• **Task prompt**: Go through the entries and copy every line that has the string "Feather" in it.

(Source records)
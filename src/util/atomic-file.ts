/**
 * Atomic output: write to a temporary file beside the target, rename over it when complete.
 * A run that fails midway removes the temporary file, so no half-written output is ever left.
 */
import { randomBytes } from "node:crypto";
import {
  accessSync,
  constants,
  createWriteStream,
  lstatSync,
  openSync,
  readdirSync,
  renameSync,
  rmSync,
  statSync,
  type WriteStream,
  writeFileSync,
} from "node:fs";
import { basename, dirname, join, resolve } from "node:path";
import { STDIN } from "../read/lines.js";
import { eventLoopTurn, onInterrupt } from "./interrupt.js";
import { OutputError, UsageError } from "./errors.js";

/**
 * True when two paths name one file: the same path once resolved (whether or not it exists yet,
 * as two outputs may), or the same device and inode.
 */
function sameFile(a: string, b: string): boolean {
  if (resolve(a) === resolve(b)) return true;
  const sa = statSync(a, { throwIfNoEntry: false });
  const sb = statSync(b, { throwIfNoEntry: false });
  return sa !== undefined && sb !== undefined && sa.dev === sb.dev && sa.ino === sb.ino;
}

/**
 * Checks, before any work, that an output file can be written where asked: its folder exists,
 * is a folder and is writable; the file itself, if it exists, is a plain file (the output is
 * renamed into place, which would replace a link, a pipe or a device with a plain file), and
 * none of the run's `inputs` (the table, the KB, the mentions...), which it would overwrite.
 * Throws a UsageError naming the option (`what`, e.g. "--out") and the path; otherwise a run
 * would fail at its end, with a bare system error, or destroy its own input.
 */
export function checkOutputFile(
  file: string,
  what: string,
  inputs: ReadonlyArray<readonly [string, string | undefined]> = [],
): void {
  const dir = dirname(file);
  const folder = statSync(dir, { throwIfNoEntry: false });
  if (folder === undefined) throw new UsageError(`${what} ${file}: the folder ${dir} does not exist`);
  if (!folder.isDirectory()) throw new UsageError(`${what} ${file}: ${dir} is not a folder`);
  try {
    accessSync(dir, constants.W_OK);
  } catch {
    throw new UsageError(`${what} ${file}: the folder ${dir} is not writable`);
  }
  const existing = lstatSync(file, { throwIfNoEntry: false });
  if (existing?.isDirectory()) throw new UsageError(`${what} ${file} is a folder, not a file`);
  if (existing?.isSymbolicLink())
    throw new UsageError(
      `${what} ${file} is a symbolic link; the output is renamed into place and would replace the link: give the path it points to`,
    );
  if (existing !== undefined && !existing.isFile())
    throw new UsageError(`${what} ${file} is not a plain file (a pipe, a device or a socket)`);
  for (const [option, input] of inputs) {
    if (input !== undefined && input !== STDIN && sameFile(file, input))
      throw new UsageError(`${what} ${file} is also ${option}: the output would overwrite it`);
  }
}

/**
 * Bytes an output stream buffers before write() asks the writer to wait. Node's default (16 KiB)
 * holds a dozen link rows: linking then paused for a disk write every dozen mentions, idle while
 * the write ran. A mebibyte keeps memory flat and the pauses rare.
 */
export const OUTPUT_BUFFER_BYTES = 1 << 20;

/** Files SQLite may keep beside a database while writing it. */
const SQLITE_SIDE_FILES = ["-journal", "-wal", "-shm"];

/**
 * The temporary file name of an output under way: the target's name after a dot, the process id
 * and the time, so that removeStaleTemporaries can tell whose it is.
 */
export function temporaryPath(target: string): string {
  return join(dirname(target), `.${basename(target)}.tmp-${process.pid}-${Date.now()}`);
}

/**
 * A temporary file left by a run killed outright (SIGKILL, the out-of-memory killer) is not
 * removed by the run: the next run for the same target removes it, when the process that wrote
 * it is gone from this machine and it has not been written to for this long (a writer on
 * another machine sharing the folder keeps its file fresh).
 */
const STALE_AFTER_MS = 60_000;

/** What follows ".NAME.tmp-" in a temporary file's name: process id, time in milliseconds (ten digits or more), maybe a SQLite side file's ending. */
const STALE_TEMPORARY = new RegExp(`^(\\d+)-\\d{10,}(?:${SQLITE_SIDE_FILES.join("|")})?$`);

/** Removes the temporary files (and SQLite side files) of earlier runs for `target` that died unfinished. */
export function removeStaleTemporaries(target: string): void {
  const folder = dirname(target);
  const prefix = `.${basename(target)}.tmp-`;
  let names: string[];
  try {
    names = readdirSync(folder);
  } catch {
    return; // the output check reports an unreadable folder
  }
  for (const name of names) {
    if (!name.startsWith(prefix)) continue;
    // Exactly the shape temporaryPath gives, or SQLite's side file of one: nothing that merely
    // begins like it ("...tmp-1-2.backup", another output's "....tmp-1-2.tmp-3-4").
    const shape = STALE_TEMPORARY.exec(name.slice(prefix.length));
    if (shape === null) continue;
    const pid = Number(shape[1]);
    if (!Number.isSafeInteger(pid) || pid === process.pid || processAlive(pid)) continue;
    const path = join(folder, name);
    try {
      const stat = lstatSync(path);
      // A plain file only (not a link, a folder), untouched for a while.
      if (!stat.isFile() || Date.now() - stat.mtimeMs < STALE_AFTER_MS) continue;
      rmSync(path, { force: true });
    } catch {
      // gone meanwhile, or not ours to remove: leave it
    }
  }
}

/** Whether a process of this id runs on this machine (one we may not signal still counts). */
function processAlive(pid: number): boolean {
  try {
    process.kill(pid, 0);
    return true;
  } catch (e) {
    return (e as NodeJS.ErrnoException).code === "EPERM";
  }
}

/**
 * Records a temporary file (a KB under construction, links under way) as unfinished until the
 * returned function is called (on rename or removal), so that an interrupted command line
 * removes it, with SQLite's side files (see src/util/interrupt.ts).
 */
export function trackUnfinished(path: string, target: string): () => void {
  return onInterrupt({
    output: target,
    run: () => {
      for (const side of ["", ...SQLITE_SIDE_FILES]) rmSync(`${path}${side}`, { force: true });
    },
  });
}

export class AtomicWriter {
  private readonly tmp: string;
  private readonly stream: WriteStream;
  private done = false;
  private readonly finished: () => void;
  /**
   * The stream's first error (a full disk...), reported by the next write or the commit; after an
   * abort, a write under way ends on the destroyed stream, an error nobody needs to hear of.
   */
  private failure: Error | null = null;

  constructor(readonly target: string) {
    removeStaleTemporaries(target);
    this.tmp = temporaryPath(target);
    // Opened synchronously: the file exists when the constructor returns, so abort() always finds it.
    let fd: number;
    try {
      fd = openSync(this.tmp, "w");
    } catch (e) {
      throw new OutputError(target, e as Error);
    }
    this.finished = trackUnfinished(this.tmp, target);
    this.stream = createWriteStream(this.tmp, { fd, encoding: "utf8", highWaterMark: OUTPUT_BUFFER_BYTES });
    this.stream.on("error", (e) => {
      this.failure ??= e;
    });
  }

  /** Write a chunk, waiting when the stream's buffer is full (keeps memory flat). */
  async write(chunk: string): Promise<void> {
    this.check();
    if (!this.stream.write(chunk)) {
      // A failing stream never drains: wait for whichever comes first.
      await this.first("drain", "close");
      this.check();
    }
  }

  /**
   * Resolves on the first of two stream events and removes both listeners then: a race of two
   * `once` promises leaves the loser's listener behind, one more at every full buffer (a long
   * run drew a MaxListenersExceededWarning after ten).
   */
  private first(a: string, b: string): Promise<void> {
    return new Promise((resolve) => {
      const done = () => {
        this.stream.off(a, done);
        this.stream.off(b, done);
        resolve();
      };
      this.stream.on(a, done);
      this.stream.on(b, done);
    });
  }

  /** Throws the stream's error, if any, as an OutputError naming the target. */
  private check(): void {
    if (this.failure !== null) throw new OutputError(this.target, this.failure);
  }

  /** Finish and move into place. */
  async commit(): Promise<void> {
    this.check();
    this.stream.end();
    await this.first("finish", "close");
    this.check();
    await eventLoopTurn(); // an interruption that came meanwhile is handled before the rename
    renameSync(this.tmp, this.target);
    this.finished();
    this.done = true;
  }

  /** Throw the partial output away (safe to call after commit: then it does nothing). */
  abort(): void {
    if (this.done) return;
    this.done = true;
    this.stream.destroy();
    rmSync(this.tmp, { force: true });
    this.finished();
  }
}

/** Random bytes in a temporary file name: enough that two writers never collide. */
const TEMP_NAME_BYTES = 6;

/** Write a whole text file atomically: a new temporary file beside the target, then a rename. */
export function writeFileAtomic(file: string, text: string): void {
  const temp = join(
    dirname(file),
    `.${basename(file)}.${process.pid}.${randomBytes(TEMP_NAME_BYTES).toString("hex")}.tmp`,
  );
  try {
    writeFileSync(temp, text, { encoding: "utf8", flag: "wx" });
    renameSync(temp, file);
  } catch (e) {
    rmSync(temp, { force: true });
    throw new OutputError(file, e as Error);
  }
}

* * *

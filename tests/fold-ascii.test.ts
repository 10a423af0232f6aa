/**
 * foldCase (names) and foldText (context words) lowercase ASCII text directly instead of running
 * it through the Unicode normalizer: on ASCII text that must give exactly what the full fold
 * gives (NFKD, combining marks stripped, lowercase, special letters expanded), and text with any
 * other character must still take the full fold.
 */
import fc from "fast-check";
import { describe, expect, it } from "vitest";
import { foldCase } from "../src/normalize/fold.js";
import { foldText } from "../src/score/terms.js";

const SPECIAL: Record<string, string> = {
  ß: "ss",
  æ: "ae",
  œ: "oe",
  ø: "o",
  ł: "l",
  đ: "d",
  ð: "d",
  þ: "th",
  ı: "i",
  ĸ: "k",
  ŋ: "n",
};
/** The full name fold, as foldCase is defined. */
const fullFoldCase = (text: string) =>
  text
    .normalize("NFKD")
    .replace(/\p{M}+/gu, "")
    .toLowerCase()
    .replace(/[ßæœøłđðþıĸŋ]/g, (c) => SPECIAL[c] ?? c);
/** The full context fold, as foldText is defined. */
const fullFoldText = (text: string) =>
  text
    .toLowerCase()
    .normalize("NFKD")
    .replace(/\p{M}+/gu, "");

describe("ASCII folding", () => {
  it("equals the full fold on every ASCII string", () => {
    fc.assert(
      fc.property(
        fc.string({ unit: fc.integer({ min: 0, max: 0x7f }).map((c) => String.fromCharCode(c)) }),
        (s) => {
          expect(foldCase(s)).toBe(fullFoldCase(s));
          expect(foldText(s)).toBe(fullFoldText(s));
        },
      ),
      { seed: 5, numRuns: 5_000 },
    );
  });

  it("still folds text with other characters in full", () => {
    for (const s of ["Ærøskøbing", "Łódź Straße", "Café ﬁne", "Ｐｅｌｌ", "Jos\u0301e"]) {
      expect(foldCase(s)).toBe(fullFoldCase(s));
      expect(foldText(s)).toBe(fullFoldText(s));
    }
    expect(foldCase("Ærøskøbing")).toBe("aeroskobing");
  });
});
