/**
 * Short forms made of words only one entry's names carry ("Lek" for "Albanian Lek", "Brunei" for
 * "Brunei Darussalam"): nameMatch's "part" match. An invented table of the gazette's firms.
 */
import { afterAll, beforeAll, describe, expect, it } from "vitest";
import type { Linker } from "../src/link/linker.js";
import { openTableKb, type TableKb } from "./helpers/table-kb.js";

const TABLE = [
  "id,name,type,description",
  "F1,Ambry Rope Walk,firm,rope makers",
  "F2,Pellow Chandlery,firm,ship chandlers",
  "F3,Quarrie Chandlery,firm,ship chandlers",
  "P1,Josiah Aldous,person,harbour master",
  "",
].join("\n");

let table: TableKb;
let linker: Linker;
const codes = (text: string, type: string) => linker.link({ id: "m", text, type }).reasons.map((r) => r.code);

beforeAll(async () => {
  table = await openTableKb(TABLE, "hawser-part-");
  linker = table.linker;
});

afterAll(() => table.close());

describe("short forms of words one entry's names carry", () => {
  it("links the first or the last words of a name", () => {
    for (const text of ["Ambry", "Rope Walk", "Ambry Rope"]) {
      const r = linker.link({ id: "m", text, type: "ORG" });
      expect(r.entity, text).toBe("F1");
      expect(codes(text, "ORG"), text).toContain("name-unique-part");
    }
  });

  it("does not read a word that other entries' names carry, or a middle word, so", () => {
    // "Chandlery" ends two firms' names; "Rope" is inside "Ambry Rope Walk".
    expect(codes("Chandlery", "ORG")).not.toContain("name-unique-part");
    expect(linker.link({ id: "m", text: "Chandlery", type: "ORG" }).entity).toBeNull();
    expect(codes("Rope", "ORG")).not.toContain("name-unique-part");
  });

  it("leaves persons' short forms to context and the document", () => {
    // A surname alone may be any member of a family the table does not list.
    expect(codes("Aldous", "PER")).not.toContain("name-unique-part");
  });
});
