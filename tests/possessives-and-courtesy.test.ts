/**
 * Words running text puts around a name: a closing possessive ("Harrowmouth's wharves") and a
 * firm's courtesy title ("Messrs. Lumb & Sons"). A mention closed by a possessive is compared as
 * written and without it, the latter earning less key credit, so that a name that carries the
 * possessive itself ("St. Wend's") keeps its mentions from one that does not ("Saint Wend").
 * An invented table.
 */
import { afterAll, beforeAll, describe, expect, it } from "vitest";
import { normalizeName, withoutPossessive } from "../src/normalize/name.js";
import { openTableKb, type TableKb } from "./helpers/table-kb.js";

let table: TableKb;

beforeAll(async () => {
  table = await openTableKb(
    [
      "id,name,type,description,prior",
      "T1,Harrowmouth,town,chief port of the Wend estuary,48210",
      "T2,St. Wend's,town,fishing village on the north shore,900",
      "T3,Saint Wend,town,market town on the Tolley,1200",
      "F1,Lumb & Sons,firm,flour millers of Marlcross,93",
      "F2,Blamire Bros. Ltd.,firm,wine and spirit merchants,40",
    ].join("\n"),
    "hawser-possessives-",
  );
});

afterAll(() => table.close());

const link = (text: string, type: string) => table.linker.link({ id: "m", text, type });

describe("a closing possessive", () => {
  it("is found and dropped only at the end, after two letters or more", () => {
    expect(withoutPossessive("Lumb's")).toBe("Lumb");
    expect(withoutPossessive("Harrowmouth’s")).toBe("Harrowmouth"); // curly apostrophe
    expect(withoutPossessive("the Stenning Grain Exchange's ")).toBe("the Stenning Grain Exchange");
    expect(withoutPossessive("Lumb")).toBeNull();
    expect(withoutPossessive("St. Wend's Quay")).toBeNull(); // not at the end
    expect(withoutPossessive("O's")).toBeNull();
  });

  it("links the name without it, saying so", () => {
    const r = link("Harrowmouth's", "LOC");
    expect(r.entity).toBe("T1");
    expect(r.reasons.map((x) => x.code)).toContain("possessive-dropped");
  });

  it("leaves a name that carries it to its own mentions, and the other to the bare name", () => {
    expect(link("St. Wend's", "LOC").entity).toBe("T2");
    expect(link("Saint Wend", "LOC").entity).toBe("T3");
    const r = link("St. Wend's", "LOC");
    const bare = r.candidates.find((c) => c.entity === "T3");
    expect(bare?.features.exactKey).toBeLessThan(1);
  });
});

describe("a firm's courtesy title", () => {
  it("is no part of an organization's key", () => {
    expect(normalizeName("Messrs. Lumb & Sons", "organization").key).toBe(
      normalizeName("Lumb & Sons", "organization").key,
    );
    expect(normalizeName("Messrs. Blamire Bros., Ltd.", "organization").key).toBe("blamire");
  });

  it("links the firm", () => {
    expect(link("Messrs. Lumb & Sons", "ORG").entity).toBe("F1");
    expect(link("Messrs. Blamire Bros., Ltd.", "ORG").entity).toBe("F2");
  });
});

==

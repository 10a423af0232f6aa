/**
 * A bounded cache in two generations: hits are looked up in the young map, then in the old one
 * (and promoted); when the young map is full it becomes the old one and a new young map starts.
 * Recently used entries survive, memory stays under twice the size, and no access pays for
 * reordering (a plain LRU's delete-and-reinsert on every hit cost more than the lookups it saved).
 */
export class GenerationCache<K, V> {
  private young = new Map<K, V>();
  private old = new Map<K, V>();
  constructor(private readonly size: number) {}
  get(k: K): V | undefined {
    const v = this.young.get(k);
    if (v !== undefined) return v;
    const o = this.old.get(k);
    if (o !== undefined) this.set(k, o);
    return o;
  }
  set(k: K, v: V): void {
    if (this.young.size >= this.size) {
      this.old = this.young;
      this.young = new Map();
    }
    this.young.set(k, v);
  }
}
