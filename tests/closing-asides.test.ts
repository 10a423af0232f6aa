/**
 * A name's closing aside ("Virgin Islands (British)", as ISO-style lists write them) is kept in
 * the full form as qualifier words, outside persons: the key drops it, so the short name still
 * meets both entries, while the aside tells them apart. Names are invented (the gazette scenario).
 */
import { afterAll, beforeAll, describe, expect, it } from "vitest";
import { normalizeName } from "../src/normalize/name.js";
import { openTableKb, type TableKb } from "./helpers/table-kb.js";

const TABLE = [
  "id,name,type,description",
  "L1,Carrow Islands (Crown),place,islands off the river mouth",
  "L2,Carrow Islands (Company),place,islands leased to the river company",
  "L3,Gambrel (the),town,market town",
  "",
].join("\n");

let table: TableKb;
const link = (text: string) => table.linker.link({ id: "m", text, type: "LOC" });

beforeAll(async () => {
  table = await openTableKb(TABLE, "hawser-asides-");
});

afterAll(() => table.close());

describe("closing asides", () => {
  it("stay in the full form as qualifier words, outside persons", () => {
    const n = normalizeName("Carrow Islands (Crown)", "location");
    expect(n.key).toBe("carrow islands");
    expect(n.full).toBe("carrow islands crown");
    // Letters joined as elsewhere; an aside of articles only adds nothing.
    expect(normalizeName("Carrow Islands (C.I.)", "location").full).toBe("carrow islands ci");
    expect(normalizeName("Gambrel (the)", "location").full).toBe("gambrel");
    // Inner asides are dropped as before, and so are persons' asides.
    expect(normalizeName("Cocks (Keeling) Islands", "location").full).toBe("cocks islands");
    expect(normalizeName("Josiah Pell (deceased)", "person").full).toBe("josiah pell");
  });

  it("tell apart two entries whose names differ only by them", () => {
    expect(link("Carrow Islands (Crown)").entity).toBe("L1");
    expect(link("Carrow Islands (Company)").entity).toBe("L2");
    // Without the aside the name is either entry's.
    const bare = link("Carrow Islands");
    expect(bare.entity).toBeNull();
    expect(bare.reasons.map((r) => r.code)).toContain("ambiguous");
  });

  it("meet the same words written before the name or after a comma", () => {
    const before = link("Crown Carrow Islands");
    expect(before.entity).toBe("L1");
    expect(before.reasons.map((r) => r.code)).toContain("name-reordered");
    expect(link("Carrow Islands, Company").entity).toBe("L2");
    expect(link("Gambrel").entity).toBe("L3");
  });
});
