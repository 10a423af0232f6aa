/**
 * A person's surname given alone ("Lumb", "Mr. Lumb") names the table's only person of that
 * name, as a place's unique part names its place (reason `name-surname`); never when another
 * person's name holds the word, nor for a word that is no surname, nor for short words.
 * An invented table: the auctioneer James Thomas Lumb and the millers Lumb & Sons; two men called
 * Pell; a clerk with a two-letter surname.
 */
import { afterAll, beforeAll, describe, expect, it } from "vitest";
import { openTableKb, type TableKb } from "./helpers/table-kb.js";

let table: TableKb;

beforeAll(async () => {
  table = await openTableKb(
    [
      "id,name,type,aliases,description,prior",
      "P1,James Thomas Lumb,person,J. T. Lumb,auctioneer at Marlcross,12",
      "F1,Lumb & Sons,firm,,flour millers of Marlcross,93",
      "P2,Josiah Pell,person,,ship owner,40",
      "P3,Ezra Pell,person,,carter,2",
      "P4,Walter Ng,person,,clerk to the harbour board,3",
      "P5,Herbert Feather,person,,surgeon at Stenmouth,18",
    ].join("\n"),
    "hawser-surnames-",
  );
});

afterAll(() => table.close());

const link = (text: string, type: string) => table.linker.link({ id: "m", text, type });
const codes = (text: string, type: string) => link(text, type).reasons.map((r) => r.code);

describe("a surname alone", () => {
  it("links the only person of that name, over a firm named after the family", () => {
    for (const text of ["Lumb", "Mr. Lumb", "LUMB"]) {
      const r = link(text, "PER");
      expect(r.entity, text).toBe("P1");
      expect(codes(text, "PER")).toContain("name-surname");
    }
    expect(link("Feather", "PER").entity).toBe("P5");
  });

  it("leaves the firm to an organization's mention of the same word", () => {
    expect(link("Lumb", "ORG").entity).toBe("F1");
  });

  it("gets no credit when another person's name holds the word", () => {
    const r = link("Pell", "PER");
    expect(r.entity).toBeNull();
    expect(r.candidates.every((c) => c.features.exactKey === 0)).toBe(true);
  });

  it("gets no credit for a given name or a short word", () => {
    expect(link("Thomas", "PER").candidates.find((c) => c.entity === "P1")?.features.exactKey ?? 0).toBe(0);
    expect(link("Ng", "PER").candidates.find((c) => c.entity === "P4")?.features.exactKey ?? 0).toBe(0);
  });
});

• **Reply**:
      "P5,Herbert Feather,person,,surgeon at Stenmouth,18",
    expect(link("Feather", "PER").entity).toBe("P5");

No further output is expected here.